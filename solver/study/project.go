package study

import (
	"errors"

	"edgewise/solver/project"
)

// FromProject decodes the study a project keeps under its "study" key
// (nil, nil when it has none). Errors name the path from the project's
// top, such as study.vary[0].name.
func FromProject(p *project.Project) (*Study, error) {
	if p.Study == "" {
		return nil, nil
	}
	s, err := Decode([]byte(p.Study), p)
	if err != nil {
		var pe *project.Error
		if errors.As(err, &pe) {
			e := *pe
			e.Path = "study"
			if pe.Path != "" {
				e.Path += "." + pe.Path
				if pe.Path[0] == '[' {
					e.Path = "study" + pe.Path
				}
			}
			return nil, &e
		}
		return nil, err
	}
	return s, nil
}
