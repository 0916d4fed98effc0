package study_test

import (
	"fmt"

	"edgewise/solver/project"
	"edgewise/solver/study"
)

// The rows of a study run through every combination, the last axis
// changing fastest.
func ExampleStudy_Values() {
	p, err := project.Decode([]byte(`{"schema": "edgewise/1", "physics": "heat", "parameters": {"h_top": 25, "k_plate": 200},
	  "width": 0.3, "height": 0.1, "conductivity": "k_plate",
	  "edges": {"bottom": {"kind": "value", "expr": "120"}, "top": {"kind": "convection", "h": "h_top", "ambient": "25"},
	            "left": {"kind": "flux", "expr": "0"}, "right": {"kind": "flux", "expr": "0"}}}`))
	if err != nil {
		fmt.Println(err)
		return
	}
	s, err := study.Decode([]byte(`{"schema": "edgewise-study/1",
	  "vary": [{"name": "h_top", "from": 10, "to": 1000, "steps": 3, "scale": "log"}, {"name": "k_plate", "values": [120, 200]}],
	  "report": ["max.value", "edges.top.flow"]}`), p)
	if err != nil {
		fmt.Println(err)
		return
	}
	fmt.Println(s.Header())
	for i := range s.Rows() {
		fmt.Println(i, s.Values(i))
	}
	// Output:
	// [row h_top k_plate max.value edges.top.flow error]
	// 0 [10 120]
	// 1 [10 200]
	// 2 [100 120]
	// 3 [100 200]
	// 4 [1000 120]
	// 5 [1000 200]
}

==

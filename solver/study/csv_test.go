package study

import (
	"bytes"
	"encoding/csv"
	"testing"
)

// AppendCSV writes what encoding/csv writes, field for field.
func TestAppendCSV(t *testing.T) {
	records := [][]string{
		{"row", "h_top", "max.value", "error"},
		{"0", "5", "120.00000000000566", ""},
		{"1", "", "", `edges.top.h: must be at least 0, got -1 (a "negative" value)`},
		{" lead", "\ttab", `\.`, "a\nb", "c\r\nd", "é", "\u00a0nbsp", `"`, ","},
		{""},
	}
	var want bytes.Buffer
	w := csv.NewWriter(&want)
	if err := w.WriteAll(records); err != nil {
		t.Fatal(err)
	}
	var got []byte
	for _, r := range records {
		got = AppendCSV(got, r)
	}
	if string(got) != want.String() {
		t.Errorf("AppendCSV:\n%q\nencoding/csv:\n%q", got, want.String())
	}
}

TASK PROMPT:
From the material above, copy exactly the lines between the line holding "filename solver/study/project.go" and the line holding "3 [100 200]", inclusive, and only those.

OUTPUT:
filename solver/study/project.go
package study

import (
	"errors"

	"edgewise/solver/project"
)

// FromProject decodes the study a project keeps under its "study" key
// (nil, nil when it has none). Errors name the path from the project's
// top, such as study.vary[0].name.
func FromProject(p *project.Project) (*Study, error) {
	if p.Study == "" {
		return nil, nil
	}
	s, err := Decode([]byte(p.Study), p)
	if err != nil {
		var pe *project.Error
		if errors.As(err, &pe) {
			e := *pe
			e.Path = "study"
			if pe.Path != "" {
				e.Path += "." + pe.Path
				if pe.Path[0] == '[' {
					e.Path = "study" + pe.Path
				}
			}
			return nil, &e
		}
		return nil, err
	}
	return s, nil
}
repository 0916d4fed98effc0
package study_test

import (
	"fmt"

	"edgewise/solver/project"
	"edgewise/solver/study"
)

// The rows of a study run through every combination, the last axis
// changing fastest.
func ExampleStudy_Values() {
	p, err := project.Decode([]byte(`{"schema": "edgewise/1", "physics": "heat", "parameters": {"h_top": 25, "k_plate": 200},
	  "width": 0.3, "height": 0.1, "conductivity": "k_plate",
	  "edges": {"bottom": {"kind": "value", "expr": "120"}, "top": {"kind": "convection", "h": "h_top", "ambient": "25"},
	            "left": {"kind": "flux", "expr": "0"}, "right": {"kind": "flux", "expr": "0"}}}`))
	if err != nil {
		fmt.Println(err)
		return
	}
	s, err := study.Decode([]byte(`{"schema": "edgewise-study/1",
	  "vary": [{"name": "h_top", "from": 10, "to": 1000, "steps": 3, "scale": "log"}, {"name": "k_plate", "values": [120, 200]}],
	  "report": ["max.value", "edges.top.flow"]}`), p)
	if err != nil {
		fmt.Println(err)
		return
	}
	fmt.Println(s.Header())
	for i := range s.Rows() {
		fmt.Println(i, s.Values(i))
	}
	// Output:
	// [row h_top k_plate max.value edges.top.flow error]
	// 0 [10 120]
	// 1 [10 200]
	// 2 [100 120]
	// 3 [100 200]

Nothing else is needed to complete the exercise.